Data entries:
━━━━━━━━━━

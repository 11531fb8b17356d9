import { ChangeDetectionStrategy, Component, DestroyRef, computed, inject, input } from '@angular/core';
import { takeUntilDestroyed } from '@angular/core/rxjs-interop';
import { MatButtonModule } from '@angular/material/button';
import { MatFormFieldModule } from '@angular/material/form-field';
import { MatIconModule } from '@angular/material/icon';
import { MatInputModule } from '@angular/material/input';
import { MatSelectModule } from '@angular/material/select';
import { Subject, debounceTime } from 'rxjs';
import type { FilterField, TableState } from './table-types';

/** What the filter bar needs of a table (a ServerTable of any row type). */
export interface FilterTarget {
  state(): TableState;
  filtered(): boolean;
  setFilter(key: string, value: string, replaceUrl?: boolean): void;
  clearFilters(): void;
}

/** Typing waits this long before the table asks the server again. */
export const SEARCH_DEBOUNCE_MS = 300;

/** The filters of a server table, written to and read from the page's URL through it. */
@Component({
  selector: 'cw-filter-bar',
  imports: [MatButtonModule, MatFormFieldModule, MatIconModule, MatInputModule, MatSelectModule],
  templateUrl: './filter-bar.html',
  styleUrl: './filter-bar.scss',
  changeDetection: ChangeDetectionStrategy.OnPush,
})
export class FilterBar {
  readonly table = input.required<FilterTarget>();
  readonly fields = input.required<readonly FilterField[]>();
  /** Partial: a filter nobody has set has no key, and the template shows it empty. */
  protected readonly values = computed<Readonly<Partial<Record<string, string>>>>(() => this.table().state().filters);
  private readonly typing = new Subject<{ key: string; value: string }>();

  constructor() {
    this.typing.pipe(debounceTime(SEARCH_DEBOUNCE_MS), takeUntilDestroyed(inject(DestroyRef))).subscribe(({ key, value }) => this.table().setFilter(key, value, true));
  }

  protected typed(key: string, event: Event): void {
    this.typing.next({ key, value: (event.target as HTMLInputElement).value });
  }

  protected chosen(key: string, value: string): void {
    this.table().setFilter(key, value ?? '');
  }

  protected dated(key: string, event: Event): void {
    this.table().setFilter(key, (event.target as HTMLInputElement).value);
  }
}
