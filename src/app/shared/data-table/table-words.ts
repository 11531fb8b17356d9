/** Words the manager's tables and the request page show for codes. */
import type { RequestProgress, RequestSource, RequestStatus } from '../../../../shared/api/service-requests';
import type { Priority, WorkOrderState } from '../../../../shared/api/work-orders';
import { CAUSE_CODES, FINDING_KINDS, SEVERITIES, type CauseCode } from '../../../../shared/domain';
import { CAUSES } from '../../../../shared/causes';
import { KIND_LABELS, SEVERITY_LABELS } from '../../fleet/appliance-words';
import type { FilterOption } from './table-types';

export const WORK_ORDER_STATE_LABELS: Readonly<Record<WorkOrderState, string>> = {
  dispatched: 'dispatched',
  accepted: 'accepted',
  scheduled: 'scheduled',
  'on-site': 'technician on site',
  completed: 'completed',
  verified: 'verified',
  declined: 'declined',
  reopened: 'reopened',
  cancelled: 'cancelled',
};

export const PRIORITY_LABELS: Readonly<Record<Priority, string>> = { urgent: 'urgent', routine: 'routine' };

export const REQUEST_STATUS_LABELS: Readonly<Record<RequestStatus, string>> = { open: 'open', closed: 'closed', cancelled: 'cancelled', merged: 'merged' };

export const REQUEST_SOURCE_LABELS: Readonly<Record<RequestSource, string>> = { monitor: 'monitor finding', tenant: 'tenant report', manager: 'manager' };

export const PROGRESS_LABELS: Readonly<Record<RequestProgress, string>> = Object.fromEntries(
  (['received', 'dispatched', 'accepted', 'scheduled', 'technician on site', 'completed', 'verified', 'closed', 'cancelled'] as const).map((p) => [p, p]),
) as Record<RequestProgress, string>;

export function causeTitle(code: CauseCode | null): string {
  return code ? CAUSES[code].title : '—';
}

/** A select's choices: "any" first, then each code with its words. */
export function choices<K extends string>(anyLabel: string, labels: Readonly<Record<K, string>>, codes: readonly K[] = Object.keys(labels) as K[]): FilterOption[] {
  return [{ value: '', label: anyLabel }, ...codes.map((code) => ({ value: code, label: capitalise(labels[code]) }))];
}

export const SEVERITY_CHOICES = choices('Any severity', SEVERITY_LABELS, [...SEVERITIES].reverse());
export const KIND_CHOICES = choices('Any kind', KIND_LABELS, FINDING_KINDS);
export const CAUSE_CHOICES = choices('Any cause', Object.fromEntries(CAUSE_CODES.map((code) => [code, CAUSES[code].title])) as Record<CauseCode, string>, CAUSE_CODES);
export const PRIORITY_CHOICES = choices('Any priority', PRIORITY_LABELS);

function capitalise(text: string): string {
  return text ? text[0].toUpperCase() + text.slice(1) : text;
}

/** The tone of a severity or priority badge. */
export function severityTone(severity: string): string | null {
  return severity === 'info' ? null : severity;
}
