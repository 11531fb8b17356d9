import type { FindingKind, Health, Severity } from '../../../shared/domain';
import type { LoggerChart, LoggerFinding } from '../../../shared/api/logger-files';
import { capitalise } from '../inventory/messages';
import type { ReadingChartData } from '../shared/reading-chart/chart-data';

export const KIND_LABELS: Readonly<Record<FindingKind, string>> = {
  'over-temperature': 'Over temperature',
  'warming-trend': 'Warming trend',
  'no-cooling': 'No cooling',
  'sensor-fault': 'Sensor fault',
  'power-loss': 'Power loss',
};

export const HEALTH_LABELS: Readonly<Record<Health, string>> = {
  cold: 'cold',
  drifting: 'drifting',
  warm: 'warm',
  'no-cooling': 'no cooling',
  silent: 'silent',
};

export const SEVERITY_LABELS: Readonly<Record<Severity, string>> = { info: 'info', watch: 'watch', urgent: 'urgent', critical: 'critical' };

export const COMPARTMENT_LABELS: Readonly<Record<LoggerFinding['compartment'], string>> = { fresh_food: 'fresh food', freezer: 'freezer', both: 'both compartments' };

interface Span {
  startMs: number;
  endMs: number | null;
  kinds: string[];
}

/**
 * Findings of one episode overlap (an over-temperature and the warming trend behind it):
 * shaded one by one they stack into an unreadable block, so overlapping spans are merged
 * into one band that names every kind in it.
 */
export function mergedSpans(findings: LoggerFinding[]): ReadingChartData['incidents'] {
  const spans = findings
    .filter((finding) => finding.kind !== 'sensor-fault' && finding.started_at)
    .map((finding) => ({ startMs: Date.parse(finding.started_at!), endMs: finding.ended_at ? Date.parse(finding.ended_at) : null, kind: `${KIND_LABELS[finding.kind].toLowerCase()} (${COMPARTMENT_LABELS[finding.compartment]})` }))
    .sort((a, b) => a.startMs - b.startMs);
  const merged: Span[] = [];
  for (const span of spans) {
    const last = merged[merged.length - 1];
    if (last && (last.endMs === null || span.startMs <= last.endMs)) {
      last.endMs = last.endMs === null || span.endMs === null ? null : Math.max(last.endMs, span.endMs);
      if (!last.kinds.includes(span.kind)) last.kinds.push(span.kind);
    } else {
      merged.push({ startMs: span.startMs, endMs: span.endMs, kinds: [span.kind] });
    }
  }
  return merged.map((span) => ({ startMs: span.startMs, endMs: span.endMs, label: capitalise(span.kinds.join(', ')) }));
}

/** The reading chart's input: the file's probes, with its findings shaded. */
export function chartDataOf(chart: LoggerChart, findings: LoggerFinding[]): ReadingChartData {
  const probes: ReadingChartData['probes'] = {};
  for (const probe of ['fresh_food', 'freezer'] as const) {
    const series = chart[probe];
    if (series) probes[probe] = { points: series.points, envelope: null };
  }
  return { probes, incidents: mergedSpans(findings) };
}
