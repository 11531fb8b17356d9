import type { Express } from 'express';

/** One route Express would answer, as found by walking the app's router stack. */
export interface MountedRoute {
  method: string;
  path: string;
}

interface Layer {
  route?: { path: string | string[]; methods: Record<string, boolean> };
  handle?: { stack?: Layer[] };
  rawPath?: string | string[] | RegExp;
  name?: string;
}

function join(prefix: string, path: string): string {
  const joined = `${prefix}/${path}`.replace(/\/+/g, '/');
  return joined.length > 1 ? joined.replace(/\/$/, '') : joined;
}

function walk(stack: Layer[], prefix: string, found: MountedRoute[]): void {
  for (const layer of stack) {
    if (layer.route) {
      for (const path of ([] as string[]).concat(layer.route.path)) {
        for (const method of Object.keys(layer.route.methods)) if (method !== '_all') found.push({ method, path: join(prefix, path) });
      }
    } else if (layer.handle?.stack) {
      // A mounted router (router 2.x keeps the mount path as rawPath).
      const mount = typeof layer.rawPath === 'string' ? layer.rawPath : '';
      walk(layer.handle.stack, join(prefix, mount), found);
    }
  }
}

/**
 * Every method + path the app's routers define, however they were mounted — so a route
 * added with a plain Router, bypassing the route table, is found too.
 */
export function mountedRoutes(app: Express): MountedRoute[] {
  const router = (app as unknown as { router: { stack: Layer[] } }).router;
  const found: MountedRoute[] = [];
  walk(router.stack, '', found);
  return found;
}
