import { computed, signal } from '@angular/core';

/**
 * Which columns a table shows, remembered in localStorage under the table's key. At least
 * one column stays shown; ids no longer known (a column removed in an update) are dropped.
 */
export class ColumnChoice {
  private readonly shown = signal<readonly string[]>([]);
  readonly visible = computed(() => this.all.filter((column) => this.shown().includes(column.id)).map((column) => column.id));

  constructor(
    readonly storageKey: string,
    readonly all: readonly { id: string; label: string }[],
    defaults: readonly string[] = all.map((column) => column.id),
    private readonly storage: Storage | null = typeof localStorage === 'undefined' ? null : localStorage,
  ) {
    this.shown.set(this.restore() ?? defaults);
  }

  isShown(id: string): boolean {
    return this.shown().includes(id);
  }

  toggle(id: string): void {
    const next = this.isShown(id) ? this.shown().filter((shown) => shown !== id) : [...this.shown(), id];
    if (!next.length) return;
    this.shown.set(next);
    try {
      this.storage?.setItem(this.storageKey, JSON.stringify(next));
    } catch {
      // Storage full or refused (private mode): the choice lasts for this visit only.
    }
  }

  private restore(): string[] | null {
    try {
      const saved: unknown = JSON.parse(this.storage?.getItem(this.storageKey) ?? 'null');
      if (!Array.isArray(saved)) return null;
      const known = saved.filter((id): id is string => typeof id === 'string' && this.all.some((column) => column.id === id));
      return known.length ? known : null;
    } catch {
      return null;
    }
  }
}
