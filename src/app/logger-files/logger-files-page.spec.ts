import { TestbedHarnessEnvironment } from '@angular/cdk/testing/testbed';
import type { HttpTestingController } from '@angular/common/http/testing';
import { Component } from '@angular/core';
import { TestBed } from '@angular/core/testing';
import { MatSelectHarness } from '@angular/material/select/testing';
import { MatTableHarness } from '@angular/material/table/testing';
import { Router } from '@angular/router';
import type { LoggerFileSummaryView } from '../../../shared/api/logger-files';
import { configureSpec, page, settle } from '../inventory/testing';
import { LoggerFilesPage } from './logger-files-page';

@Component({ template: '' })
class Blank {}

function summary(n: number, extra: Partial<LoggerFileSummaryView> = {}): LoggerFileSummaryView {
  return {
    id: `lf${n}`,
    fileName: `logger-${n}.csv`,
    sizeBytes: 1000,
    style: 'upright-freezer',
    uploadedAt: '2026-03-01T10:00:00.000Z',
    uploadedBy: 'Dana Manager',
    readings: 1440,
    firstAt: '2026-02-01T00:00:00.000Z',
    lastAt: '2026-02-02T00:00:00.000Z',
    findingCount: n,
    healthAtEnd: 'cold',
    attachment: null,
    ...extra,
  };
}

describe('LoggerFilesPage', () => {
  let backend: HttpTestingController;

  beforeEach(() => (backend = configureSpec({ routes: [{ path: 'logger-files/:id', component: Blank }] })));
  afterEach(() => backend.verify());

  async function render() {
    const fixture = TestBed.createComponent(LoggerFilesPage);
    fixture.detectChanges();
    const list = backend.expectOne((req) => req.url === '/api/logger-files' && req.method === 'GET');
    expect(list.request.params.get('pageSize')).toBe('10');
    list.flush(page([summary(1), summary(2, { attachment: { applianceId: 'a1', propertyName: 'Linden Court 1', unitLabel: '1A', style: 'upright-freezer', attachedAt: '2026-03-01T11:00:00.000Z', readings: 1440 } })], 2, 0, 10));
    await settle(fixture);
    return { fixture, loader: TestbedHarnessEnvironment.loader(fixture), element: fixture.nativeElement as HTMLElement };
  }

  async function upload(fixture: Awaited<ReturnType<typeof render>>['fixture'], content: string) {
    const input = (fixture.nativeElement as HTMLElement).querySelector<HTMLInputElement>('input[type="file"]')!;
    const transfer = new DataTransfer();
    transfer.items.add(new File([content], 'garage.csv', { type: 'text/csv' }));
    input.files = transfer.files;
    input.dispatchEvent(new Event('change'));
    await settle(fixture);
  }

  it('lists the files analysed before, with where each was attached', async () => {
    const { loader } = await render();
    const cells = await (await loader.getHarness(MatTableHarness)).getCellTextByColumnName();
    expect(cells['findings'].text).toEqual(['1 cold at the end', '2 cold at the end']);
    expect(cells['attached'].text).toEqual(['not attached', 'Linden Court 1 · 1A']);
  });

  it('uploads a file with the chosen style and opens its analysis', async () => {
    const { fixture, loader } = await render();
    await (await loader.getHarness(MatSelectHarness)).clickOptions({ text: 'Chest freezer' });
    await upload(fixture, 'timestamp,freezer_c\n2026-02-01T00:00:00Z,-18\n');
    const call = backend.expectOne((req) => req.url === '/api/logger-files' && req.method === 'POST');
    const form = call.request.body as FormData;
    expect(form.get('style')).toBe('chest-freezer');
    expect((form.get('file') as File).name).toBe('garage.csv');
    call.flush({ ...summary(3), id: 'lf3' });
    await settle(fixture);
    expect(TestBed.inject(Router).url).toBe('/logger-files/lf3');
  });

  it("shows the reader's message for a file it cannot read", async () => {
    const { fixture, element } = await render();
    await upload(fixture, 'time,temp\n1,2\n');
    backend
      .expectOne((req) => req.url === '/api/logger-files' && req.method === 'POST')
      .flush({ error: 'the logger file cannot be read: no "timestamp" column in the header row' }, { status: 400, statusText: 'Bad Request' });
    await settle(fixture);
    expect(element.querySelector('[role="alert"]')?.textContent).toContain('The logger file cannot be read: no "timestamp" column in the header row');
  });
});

━━━━━━━━━━

◆ **Exercise directions**
What is asked for is an exact copy of the lines above from the one containing "row type). */" through the one containing "protected typed(key: string, event: Event): void", and only those.

◆ **Solution to this exercise**
/** What the filter bar needs of a table (a ServerTable of any row type). */
export interface FilterTarget {
  state(): TableState;
  filtered(): boolean;
  setFilter(key: string, value: string, replaceUrl?: boolean): void;
  clearFilters(): void;
}

/** Typing waits this long before the table asks the server again. */
export const SEARCH_DEBOUNCE_MS = 300;

/** The filters of a server table, written to and read from the page's URL through it. */
@Component({
  selector: 'cw-filter-bar',
  imports: [MatButtonModule, MatFormFieldModule, MatIconModule, MatInputModule, MatSelectModule],
  templateUrl: './filter-bar.html',
  styleUrl: './filter-bar.scss',
  changeDetection: ChangeDetectionStrategy.OnPush,
})
export class FilterBar {
  readonly table = input.required<FilterTarget>();
  readonly fields = input.required<readonly FilterField[]>();
  /** Partial: a filter nobody has set has no key, and the template shows it empty. */
  protected readonly values = computed<Readonly<Partial<Record<string, string>>>>(() => this.table().state().filters);
  private readonly typing = new Subject<{ key: string; value: string }>();

  constructor() {
    this.typing.pipe(debounceTime(SEARCH_DEBOUNCE_MS), takeUntilDestroyed(inject(DestroyRef))).subscribe(({ key, value }) => this.table().setFilter(key, value, true));
  }

  protected typed(key: string, event: Event): void {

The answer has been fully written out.